On 20 March, with the blessing of Metropolitan Volodymyr (Sabodan), he took monastic vows in Thessaloniki, Greece, becoming an Archimandrite; this was later disputed by the Moscow Patriarchate.

In 2011, he earned a Doctor of Laws and was appointed Commissioner of the Ukrainian Orthodox Church for Higher Education and Science, participating in efforts to recognize spiritual academic degrees at the state level.

On 23 December 2014 the Holy Synod of the UOC‑MP (Moscow Patriarchate) decided to forbid Archimandrite Viktor (Bedya) from “sacred acts” and dissolved the Uzhhorod Ukrainian Theological Academy. Reasons given included allegations that Bed had misled church authorities as to where he had been tonsured.

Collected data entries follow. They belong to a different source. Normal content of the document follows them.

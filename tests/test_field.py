"""GridField (osculate.field): where it lives, how its errors read, its docstring examples.

Interpolation against scipy's RegularGridInterpolator is in test_work.py beside the integrals
that use it.
"""

import doctest

import numpy as np
import osculate as osc
import osculate.field
import osculate.lineint
import pytest


def test_docstring_examples_run():
    result = doctest.testmod(osculate.field, optionflags=doctest.ELLIPSIS)
    assert result.attempted > 0
    assert result.failed == 0


def test_one_class_under_three_names():
    assert osc.GridField is osculate.field.GridField is osculate.lineint.GridField


def test_point_errors_name_the_callers_row_and_no_track():
    g = osc.GridField(np.zeros((3, 3)), origin=(0, 0), spacing=1.0)
    with pytest.raises(
        osc.InputError, match=r"^points: row 2: point \[5\.0, 0\.0\] is outside"
    ) as e:
        g([[0.5, 0.5], [1.0, 1.0], [5.0, 0.0]])
    assert (e.value.argument, e.value.track, e.value.row) == ("points", None, 2)


@pytest.mark.parametrize(
    "outside, exc, msg",
    [
        (
            "wrap",
            osc.InputError,
            r"outside: expected one of \('error', 'nan', 'clamp'\), got 'wrap'",
        ),
        (None, TypeError, r"outside: expected a string"),
    ],
)
def test_outside_is_checked_by_the_kernel_and_typed_here(outside, exc, msg):
    with pytest.raises(exc, match=msg):
        osc.GridField(np.zeros((2, 2)), (0, 0), 1.0, outside=outside)


def test_values_on_the_nodes_and_between():
    # Bilinear interpolation reproduces a field linear in each coordinate exactly (1e-14, the
    # rounding of a few operations): f = 1 + 2x − y + 0.5 xy (Press et al., Numerical Recipes,
    # 3rd ed., §3.6).
    x, y = np.meshgrid(np.linspace(-1, 2, 4), np.linspace(0, 1, 3), indexing="ij")
    f = 1 + 2 * x - y + 0.5 * x * y
    g = osc.GridField(f, origin=(-1, 0), spacing=(1.0, 0.5))
    p = np.array([[-1.0, 0.0], [0.3, 0.7], [2.0, 1.0], [1.99, 0.01]])
    want = 1 + 2 * p[:, 0] - p[:, 1] + 0.5 * p[:, 0] * p[:, 1]
    np.testing.assert_allclose(g(p), want, rtol=0, atol=1e-14)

After leaving the staff of the Metropolitan of the Orthodox Church of Hellas, Archimandrite Victor (Bed) was admitted to the clergy of the Ukrainian Autocephalous Orthodox Church and appointed administrator of the Carpathian Diocese.

On 14 August 2015, he was ordained a bishop of Mukachevo and Carpathian and appointed to the UAOC Diocese.

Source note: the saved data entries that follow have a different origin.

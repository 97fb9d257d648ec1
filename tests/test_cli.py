"""The `osculate analyze` and `osculate summary` commands, end to end."""

import io
import subprocess
import sys
import time

import numpy as np
import osculate as osc
import pandas as pd
import pytest
from osculate import cli
from osculate.cli import _commands as cli_commands

pa = pytest.importorskip("pyarrow")
pacsv = pytest.importorskip("pyarrow.csv")


def run(*args, timeout=120):
    return subprocess.run(
        [sys.executable, "-m", "osculate.cli", *map(str, args)],
        capture_output=True,
        text=True,
        timeout=timeout,
    )


def main(capsys, *args):
    """Run the command in this process: (exit status, stdout, stderr)."""
    try:
        code = cli.main([str(a) for a in args])
    except SystemExit as stop:  # argparse's usage errors
        code = stop.code
    out = capsys.readouterr()
    return code, out.out, out.err


def log(m=12, per=80, seed=4, nan_row=True):
    """A log of `m` vehicles circling, rows ordered by time with tracks interleaved."""
    rng = np.random.default_rng(seed)
    t = np.cumsum(rng.uniform(0.05, 0.15, per))
    ids = np.repeat([f"v{k:04d}" for k in range(m)], per)
    tt = np.tile(t, m) + np.repeat(rng.uniform(0, 1, m), per)
    r = np.repeat(rng.uniform(20, 60, m), per)
    df = pd.DataFrame(
        {"id": ids, "t": tt, "x": r * np.cos(tt * 8 / r), "y": r * np.sin(tt * 8 / r)}
    )
    df = df.sort_values("t", kind="stable").reset_index(drop=True)
    if nan_row:
        df.loc[5, "x"] = np.nan
    return df, 8.0


def test_csv_to_parquet_to_csv_keeps_every_row(tmp_path, capsys):
    df, _ = log()
    src, mid, out = tmp_path / "in.csv", tmp_path / "mid.parquet", tmp_path / "out.csv"
    df.to_csv(src, index=False)
    code, stdout, stderr = main(
        capsys, "analyze", src, "--time", "t", "--position", "x,y", "--track", "id", "-o", mid
    )
    assert code == 0, stderr
    assert "rows, 12 tracks" in stdout
    code, stdout, stderr = main(
        capsys, "analyze", mid, "--time", "t", "--position", "x,y", "--track", "id", "-o", out
    )
    assert code == 0, stderr
    assert "replacing input columns" in stderr  # the first run's results
    back = pd.read_csv(out)
    assert len(back) == len(df)
    # Input columns come back unchanged (tolerance 0: CSV floats are written shortest-round-trip).
    pd.testing.assert_frame_equal(back[df.columns], df, check_exact=True, check_dtype=False)
    # Results equal the accessor's on the same frame with the CLI's default estimator, the
    # smoothing spline (tolerance 0: same kernel, exact floats).
    expected = df.osc.kinematics(time="t", position=["x", "y"], by="id", method="smooth")
    for col in expected.columns:
        np.testing.assert_array_equal(back[col].to_numpy(), expected[col].to_numpy(), err_msg=col)
    assert osc.Flag.INVALID in osc.Flag(int(back.loc[5, "flags"]))


def test_missing_column_exits_2_with_one_line(tmp_path):
    # A real process: its exit status and its whole stderr.
    df, _ = log(m=2, per=10)
    src = tmp_path / "in.csv"
    df.to_csv(src, index=False)
    res = run("analyze", src, "--time", "t", "--position", "x,z", "-o", tmp_path / "o.csv")
    assert res.returncode == 2
    assert res.stderr.count("\n") == 1
    assert res.stderr.startswith("osculate analyze: error: position: column 'z' not found")
    assert "Traceback" not in res.stderr
    assert not (tmp_path / "o.csv").exists()


def test_bad_row_exits_2_naming_the_row(tmp_path, capsys):
    df, _ = log(m=2, per=10, nan_row=False)
    df.loc[7, "t"] = df.loc[6, "t"] if df.loc[6, "id"] == df.loc[7, "id"] else df.loc[5, "t"]
    df.loc[7, "id"] = df.loc[6 if df.loc[6, "t"] == df.loc[7, "t"] else 5, "id"]
    src = tmp_path / "in.csv"
    df.to_csv(src, index=False)
    args = ("summary", src, "--time", "t", "--position", "x,y", "--track", "id")
    code, _, stderr = main(capsys, *args)
    assert code == 2
    # stderr: the tracks line (2 vehicles of 10 rows: the generator's m and per), then one error.
    tracks, error = stderr.splitlines()
    assert tracks == "osculate summary: 2 tracks by 'id'; rows per track: min 10, median 10, max 10"
    assert error.startswith("osculate summary: error: column 't', row 7 (track 'v000")
    assert "times must be strictly increasing" in error
    assert stderr.endswith("\n") and "Traceback" not in stderr
    code, _, stderr = main(capsys, *args, "--debug")
    assert code == 2 and "Traceback" in stderr


@pytest.mark.parametrize(
    "args, message",
    [
        (["--time", "t"], "one of the arguments --position --geodetic is required"),
        (["--time", "t", "--position", "x"], "--position: expected 2 or 3"),
        (["--time", "t", "--position", "x,y", "--up", "0,1"], "--up: expected 3"),
    ],
)
def test_usage_errors_exit_2(tmp_path, capsys, args, message):
    df, _ = log(m=1, per=10)
    src = tmp_path / "in.csv"
    df.to_csv(src, index=False)
    code, _, stderr = main(capsys, "summary", src, *args)
    assert code == 2
    assert message in stderr


def test_unreadable_and_missing_files_exit_2(tmp_path, capsys):
    code, _, stderr = main(
        capsys, "summary", tmp_path / "no.csv", "--time", "t", "--position", "x,y"
    )
    assert code == 2 and "no such file" in stderr
    bad = tmp_path / "bad.parquet"
    bad.write_text("not parquet")
    code, _, stderr = main(capsys, "summary", bad, "--time", "t", "--position", "x,y")
    assert code == 2 and stderr.count("\n") == 1 and "bad.parquet" in stderr
    code, _, stderr = main(
        capsys, "summary", tmp_path / "a.txt", "--time", "t", "--position", "x,y"
    )
    assert code == 2 and "use a .csv or .parquet file name" in stderr


def test_summary_prints_one_line_per_track(tmp_path, capsys):
    df, speed = log(m=5, per=60)
    src = tmp_path / "in.parquet"
    df.to_parquet(src)
    args = ("summary", src, "--time", "t", "--position", "x,y", "--track", "id")
    code, stdout, stderr = main(capsys, *args, "--order", "4")
    assert code == 0, stderr
    lines = stdout.splitlines()
    rows = [ln for ln in lines if ln.startswith("v0")]
    assert len(rows) == 5
    assert "licensed engineers decide" in lines[-1]
    # Every vehicle drives at 8 m/s (the generator's speed): max_speed within 1e-3 (4th-order FD,
    # irregular steps of ~0.1 s on radii of 20-60 m).
    header = lines[0].split()
    col = header.index("max_speed") + 1  # +1: the index column
    np.testing.assert_allclose([float(r.split()[col]) for r in rows], speed, rtol=1e-3)
    assert main(capsys, *args, "--quiet") == (0, "", "")


def test_geodetic_columns_and_iso_times(tmp_path, capsys):
    # ISO 8601 times with a zone and WGS 84 columns go straight in; the ENU positions and results
    # equal the accessor's on the same data (tolerance 0).
    n = 40
    t = np.arange(n) * 0.5
    stamps = pd.Timestamp("2025-01-01T08:00:00Z") + pd.to_timedelta(t, unit="s")
    df = pd.DataFrame(
        {
            "when": stamps.strftime("%Y-%m-%dT%H:%M:%S.%fZ"),
            "lat": 59.3 + 1e-4 * np.sin(t / 5),
            "lon": 18.0 + 2e-4 * np.cos(t / 5),
            "alt": 30.0 + t,
        }
    )
    src, out = tmp_path / "gps.csv", tmp_path / "gps.parquet"
    df.to_csv(src, index=False)
    args = ("analyze", src, "--time", "when", "--geodetic", "lat,lon,alt", "-o", out)
    assert main(capsys, *args, "-q") == (0, "", "")
    got = pd.read_parquet(out)
    expected = df.assign(when=stamps).osc.kinematics(
        time="when", position=["lat", "lon", "alt"], crs="geodetic", method="smooth"
    )
    pd.testing.assert_frame_equal(got[expected.columns], expected, check_exact=True)
    df.loc[3, "when"] = "yesterday"
    df.to_csv(src, index=False)
    code, _, stderr = main(capsys, *args)
    assert code == 2
    assert "column 'when', row 3: cannot read 'yesterday' as a time" in stderr


class FakeTerminal(io.StringIO):
    def isatty(self):
        return True


def test_progress_bar_on_a_terminal_and_chunks_change_nothing(tmp_path, monkeypatch):
    # With a terminal the tracks go to Rust in chunks of ~ROWS_PER_CALL rows under a bar; the
    # numbers equal the single-call run (tolerance 0: each track is computed from its own rows).
    df, _ = log(m=30, per=50)
    src = tmp_path / "in.parquet"
    df.to_parquet(src)
    args = ["analyze", str(src), "--time", "t", "--position", "x,y", "--track", "id"]
    assert cli.main([*args, "-o", str(tmp_path / "one.parquet"), "-q"]) == 0
    monkeypatch.setattr(cli_commands, "ROWS_PER_CALL", 200)
    term = FakeTerminal()
    monkeypatch.setattr(sys, "stderr", term)
    assert cli.main([*args, "-o", str(tmp_path / "chunks.parquet")]) == 0
    assert "30/30" in term.getvalue() and "track" in term.getvalue()
    one = pd.read_parquet(tmp_path / "one.parquet")
    chunks = pd.read_parquet(tmp_path / "chunks.parquet")
    pd.testing.assert_frame_equal(one, chunks, check_exact=True)
    quiet = FakeTerminal()
    monkeypatch.setattr(sys, "stderr", quiet)
    assert cli.main([*args, "-o", str(tmp_path / "q.parquet"), "--quiet"]) == 0
    assert quiet.getvalue() == ""


def test_a_million_rows_end_to_end(tmp_path):
    # 1e6 rows, 1000 interleaved vehicles, CSV in, Parquet out, in a subprocess that is not on a
    # terminal: no progress bar (stderr holds only the tracks line).
    df, speed = log(m=1000, per=1000, seed=9)
    src, out = tmp_path / "big.csv", tmp_path / "big.parquet"
    pacsv.write_csv(pa.Table.from_pandas(df, preserve_index=False), src)
    started = time.perf_counter()
    res = run(
        "analyze", src, "--time", "t", "--position", "x,y", "--track", "id", "--order", "4",
        "--columns", "speed,curvature,accel_normal", "-o", out,
    )  # fmt: skip
    took = time.perf_counter() - started
    assert res.returncode == 0, res.stderr
    # 1000 vehicles of 1000 rows each (the generator's m and per).
    tracks = (
        "osculate analyze: 1000 tracks by 'id'; rows per track: min 1000, median 1000, max 1000"
    )
    assert res.stderr == tracks + "\n"
    assert "1000000 rows, 1000 tracks" in res.stdout
    got = pd.read_parquet(out)
    assert len(got) == 1_000_000
    assert got["id"].nunique() == 1000
    # Uniform circular motion at 8 m/s (generator): speed within 1e-3 relative away from the
    # NaN row's neighbours (4th-order FD on ~0.1 s steps).
    ok = got["speed"].notna() & (got.index != 5)
    np.testing.assert_allclose(got.loc[ok, "speed"], speed, rtol=1e-3)
    print(f"1e6-row analyze: {took:.1f} s")
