//! Line integrals along sampled paths: the work ∫ F·dr of a force and the scalar integral ∫ f ds,
//! per track, total or cumulative, with an error estimate from two rules of different order.
//!
//! Three ways to give the integrand:
//!
//! * [`sampled`]: values at the path's samples. The trapezoid rule integrates the linear
//!   interpolants of the force and of the path on each segment, (F₀ + F₁)/2 · (r₁ − r₀); the
//!   cubic rule interpolates both by the cubic through four neighbouring samples (centred on the
//!   segment, one-sided at the ends: P. E. Gill and G. F. Miller, *An algorithm for the
//!   integration of unequally spaced data*, Comput. J. 15 (1972) 80–83) and integrates their
//!   product exactly by 3-point Gauss–Legendre quadrature.
//! * [`gridded`]: a [`GridField`] interpolated at Gauss–Legendre nodes on the straight segments.
//! * [`segment_nodes`] then [`from_values`]: the nodes are handed out (to a Python callable, say),
//!   the values at them come back and are integrated.
//!
//! Rows whose position (or sampled value) is not finite are skipped: the path runs straight from
//! the previous usable row of the track to the next one. Work is cut into jobs of at most
//! [`batch::CHUNK`] rows that run in parallel; cumulative sums are stitched per track afterwards.

use crate::batch::{self, partition, plan_jobs, track_rows, Job};
use crate::error::{try_filled, KernelError, Result};
use crate::field::GridField;
use crate::piecewise::gauss_legendre;
use rayon::prelude::*;
use std::ops::Range;

/// What is integrated.
#[derive(Debug, Clone, Copy, PartialEq, Eq)]
pub enum Kind {
    /// ∫ F·dr of a vector field with the path's dimension.
    Work,
    /// ∫ f ds of a scalar field.
    Scalar,
}

/// Quadrature of sampled values.
#[derive(Debug, Clone, Copy, PartialEq, Eq)]
pub enum Rule {
    /// Linear interpolants of path and values (second order).
    Trapezoid,
    /// Four-point cubic interpolants (Gill–Miller), product integrated exactly (fourth order).
    Cubic,
}

impl Rule {
    /// Parse `"trapezoid"` or `"cubic"`.
    pub fn parse(name: &str) -> Result<Self> {
        match name {
            "trapezoid" => Ok(Rule::Trapezoid),
            "cubic" => Ok(Rule::Cubic),
            other => Err(KernelError::Option {
                argument: "rule",
                detail: format!("expected \"trapezoid\" or \"cubic\", got {other:?}"),
            }),
        }
    }
}

/// Options shared by the integrals.
#[derive(Debug, Clone, Copy, PartialEq)]
pub struct Options {
    /// Work or scalar integral.
    pub kind: Kind,
    /// Add the straight segment from the last usable row of each track back to its first.
    pub closed: bool,
    /// Also return the running integral at every row.
    pub cumulative: bool,
    /// Also evaluate the companion rule and report |main − companion| per track.
    pub estimate: bool,
    /// Name of the integrand argument, for messages.
    pub argument: &'static str,
}

impl Default for Options {
    fn default() -> Self {
        Options {
            kind: Kind::Work,
            closed: false,
            cumulative: false,
            estimate: true,
            argument: "force",
        }
    }
}

/// Per-track results.
#[derive(Debug, Clone, PartialEq)]
pub struct Integral {
    /// Integral over each track (NaN for a track without a usable row; 0 for a single one).
    pub total: Vec<f64>,
    /// |total − total by the companion rule| per track; NaN when not estimated.
    pub error: Vec<f64>,
    /// Running integral at every row from the first usable row of its track (NaN on skipped
    /// rows); empty unless asked for. The closing segment of a closed path is not in it.
    pub cumulative: Vec<f64>,
    /// Rows skipped per track (non-finite position or value).
    pub skipped: Vec<usize>,
}

/// Gauss–Legendre nodes on [−1, 1] for the main rule and its companion, merged: weights are 0
/// where a rule has no node. The companion has one node fewer (two for a 1-node main rule).
#[derive(Debug, Clone, PartialEq)]
pub struct NodeRule {
    /// Abscissas on [−1, 1].
    pub xi: Vec<f64>,
    /// Weights of the main rule.
    pub main: Vec<f64>,
    /// Weights of the companion rule (empty when no estimate is asked for).
    pub companion: Vec<f64>,
}

/// Largest number of Gauss–Legendre nodes per segment.
pub const MAX_NODES: usize = 5;

impl NodeRule {
    /// `q`-node Gauss–Legendre (1 ≤ q ≤ [`MAX_NODES`]), with its companion when `estimate`.
    pub fn new(q: usize, estimate: bool) -> Result<Self> {
        if !(1..=MAX_NODES).contains(&q) {
            return Err(KernelError::Option {
                argument: "nodes",
                detail: format!(
                    "must be 1 to {MAX_NODES} Gauss–Legendre nodes per segment, got {q}"
                ),
            });
        }
        let (x, w) = gauss_legendre(q);
        let mut rule = NodeRule {
            xi: x.to_vec(),
            main: w.to_vec(),
            companion: Vec::new(),
        };
        if estimate {
            let (xc, wc) = gauss_legendre(if q == 1 { 2 } else { q - 1 });
            rule.companion = vec![0.0; q];
            for (&a, &b) in xc.iter().zip(wc) {
                rule.xi.push(a);
                rule.main.push(0.0);
                rule.companion.push(b);
            }
        }
        Ok(rule)
    }

    /// Nodes per segment.
    pub fn len(&self) -> usize {
        self.xi.len()
    }

    /// Never empty.
    pub fn is_empty(&self) -> bool {
        self.xi.is_empty()
    }
}

/// One segment's integral by the main rule and by the companion rule (0 when not estimated).
type Pair = (f64, f64);

/// A source of segment integrals.
trait Segments: Sync {
    /// Whether [`Segments::segment`] needs the segment's index (costs a counting pass).
    const INDEXED: bool = false;
    /// Whether a row takes part.
    fn usable(&self, row: usize) -> bool;
    /// Integral from usable row `p` to usable row `r` of track `k` (rows `rows`); `seg` is the
    /// index of the segment in the node layout, `closing` marks the segment that closes a loop.
    fn segment(
        &self,
        k: usize,
        rows: &Range<usize>,
        p: usize,
        r: usize,
        seg: usize,
    ) -> Result<Pair>;
    /// Optional fast path: the main rule's sum over the segments between consecutive rows of
    /// `first..end`, when every one of those rows is usable and no companion is asked for;
    /// bitwise the same as summing [`Segments::segment`] row by row. None to take the slow path.
    fn run(&self, _first: usize, _end: usize) -> Option<f64> {
        None
    }
}

/// How segments are laid out: jobs of rows, and the index of each job's first segment.
struct Layout {
    jobs: Vec<Job>,
    /// Last usable row of the job's track before the job's first row.
    before: Vec<Option<usize>>,
    /// Index of the job's first segment (when counted).
    first_seg: Vec<usize>,
    /// Per track: the closing segment's (index, last usable row, first usable row).
    closing: Vec<Option<(usize, usize, usize)>>,
    /// All segments, closing ones included (when counted).
    segments: usize,
}

fn check_positions(x: &[f64], dim: usize) -> Result<usize> {
    if !(dim == 2 || dim == 3) || x.len() % dim != 0 {
        return Err(KernelError::Shape {
            argument: "positions",
            detail: format!("expected rows of 2 or 3 coordinates, got width {dim}"),
        });
    }
    Ok(x.len() / dim)
}

fn finite_row(a: &[f64], width: usize, row: usize) -> bool {
    a[row * width..(row + 1) * width]
        .iter()
        .all(|v| v.is_finite())
}

/// Jobs, the row before each, and (when `count`) the index of every job's first segment; the
/// closing segments of closed tracks get indices after all the others.
fn layout(
    offsets: &[usize],
    usable: &(impl Fn(usize) -> bool + Sync),
    closed: bool,
    count: bool,
) -> Layout {
    let jobs = plan_jobs(offsets, |_| false);
    let m = offsets.len() - 1;
    let per_job: Vec<(Option<usize>, usize)> = jobs
        .par_iter()
        .map(|j| {
            let start = offsets[j.track];
            let before = (start..j.rows.start).rev().find(|&i| usable(i));
            let mut segs = 0;
            if count {
                let mut has_prev = before.is_some();
                for r in j.rows.clone() {
                    if usable(r) {
                        segs += usize::from(has_prev);
                        has_prev = true;
                    }
                }
            }
            (before, segs)
        })
        .collect();
    let mut first_seg = Vec::with_capacity(jobs.len());
    let mut count = 0;
    for &(_, s) in &per_job {
        first_seg.push(count);
        count += s;
    }
    let closing: Vec<Option<(usize, usize, usize)>> = if closed {
        // A closing segment needs two distinct usable rows.
        let ends: Vec<Option<(usize, usize)>> = (0..m)
            .into_par_iter()
            .map(|k| {
                let rows = track_rows(offsets, k);
                let last = rows.clone().rev().find(|&i| usable(i))?;
                let first = rows.clone().find(|&i| usable(i))?;
                (first < last).then_some((last, first))
            })
            .collect();
        ends.into_iter()
            .map(|e| {
                e.map(|(last, first)| {
                    count += 1;
                    (count - 1, last, first)
                })
            })
            .collect()
    } else {
        vec![None; m]
    };
    Layout {
        jobs,
        before: per_job.into_iter().map(|(b, _)| b).collect(),
        first_seg,
        closing,
        segments: count,
    }
}

/// Integrate every track: parallel jobs, then per-track stitching of the cumulative sums.
fn integrate<S: Segments>(s: &S, n: usize, offsets: &[usize], opts: &Options) -> Result<Integral> {
    let m = offsets.len() - 1;
    let usable = |i: usize| s.usable(i);
    let lay = layout(offsets, &usable, opts.closed, S::INDEXED);
    let mut cum = if opts.cumulative {
        try_filled(n, f64::NAN)?
    } else {
        Vec::new()
    };
    let parts: Vec<&mut [f64]> = if opts.cumulative {
        partition(&mut cum[..], lay.jobs.iter().map(|j| j.rows.len()))
    } else {
        (0..lay.jobs.len()).map(|_| Default::default()).collect()
    };
    // (main, companion, usable rows) of every job; the first error in row order wins.
    let sums: Vec<Result<(f64, f64, usize)>> = parts
        .into_par_iter()
        .zip(lay.jobs.par_iter().enumerate())
        .map(|(out, (ji, job))| {
            let rows = track_rows(offsets, job.track);
            let mut prev = lay.before[ji];
            if out.is_empty() && !S::INDEXED {
                let first = match prev {
                    None => Some(job.rows.start),
                    Some(p) if p + 1 == job.rows.start => Some(p),
                    Some(_) => None,
                };
                if let Some(sum) = first.and_then(|f| s.run(f, job.rows.end)) {
                    return Ok((sum, 0.0, job.rows.len()));
                }
            }
            let mut seg = lay.first_seg[ji];
            let (mut main, mut comp, mut used) = (0.0, 0.0, 0);
            for r in job.rows.clone() {
                if !s.usable(r) {
                    continue;
                }
                used += 1;
                if let Some(p) = prev {
                    let (a, b) = s.segment(job.track, &rows, p, r, seg)?;
                    main += a;
                    comp += b;
                    seg += 1;
                }
                if !out.is_empty() {
                    out[r - job.rows.start] = main;
                }
                prev = Some(r);
            }
            Ok((main, comp, used))
        })
        .collect();
    let mut total = vec![0.0; m];
    let mut companion = vec![0.0; m];
    let mut used = vec![0usize; m];
    let mut shift = Vec::with_capacity(lay.jobs.len());
    for (job, r) in lay.jobs.iter().zip(sums) {
        let (a, b, u) = r?;
        let k = job.track;
        shift.push(total[k]);
        total[k] += a;
        companion[k] += b;
        used[k] += u;
    }
    if opts.cumulative {
        let parts = partition(&mut cum[..], lay.jobs.iter().map(|j| j.rows.len()));
        parts
            .into_par_iter()
            .zip(shift.par_iter())
            .for_each(|(out, &sh)| {
                if sh != 0.0 {
                    out.iter_mut().for_each(|v| *v += sh);
                }
            });
    }
    let closing: Vec<Result<Option<Pair>>> = (0..m)
        .into_par_iter()
        .map(|k| match lay.closing[k] {
            Some((seg, last, first)) => s
                .segment(k, &track_rows(offsets, k), last, first, seg)
                .map(Some),
            None => Ok(None),
        })
        .collect();
    for (k, c) in closing.into_iter().enumerate() {
        if let Some((a, b)) = c? {
            total[k] += a;
            companion[k] += b;
        }
    }
    let mut error = vec![f64::NAN; m];
    for k in 0..m {
        if used[k] == 0 {
            total[k] = f64::NAN;
        } else if opts.estimate {
            error[k] = (total[k] - companion[k]).abs();
        }
    }
    let skipped = (0..m)
        .map(|k| offsets[k + 1] - offsets[k] - used[k])
        .collect();
    Ok(Integral {
        total,
        error,
        cumulative: cum,
        skipped,
    })
}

He was active in the movement for Ukrainian ecclesiastical autocephaly, signing a 2018 appeal to Ecumenical Patriarch Bartholomew I and participating in the unification council at St. Sophia Cathedral on 15 December 2018, which established the local Autocephalous Orthodox Church of Ukraine.

===Further education===
Without leaving his work, Bed continued to study and received several higher education qualifications at the following levels: Master of Finance (2002), Master of Psychology (2002), Master of Theology (Higher Spiritual Education, 2005) and Master of theology, Teacher of Higher Education (2010).

==Personal life==

From 1993 to 2007, he was married to Yuliyana Petrivna (née Gavrilko). He has two sons: Viktor (born in 1993) and Yulian (born in 1995).

==Honours==
For public, professional, scientific-pedagogical and spiritual-educational activities he was awarded a number of medals and orders of the Ukrainian Orthodox Church of the Moscow Patriarchate, the Russian Orthodox Church and the Orthodox Church of Hellas, honorary certificates and thanks of the Ministry of Education and Science, Youth and Sports, Youth and Sports. Commission of the Bar of Ukraine at the Cabinet of Ministers of Ukraine, the Association of Higher Educational Institutions of Ukraine of Non -State Ownership, International Personnel Academy, Transcarpathian Regional Council and Transcarpathian Regional State Administration. In 2018, he has earned the title of Professor of Higher School of Socio-Economic in Pshevorsk, Poland.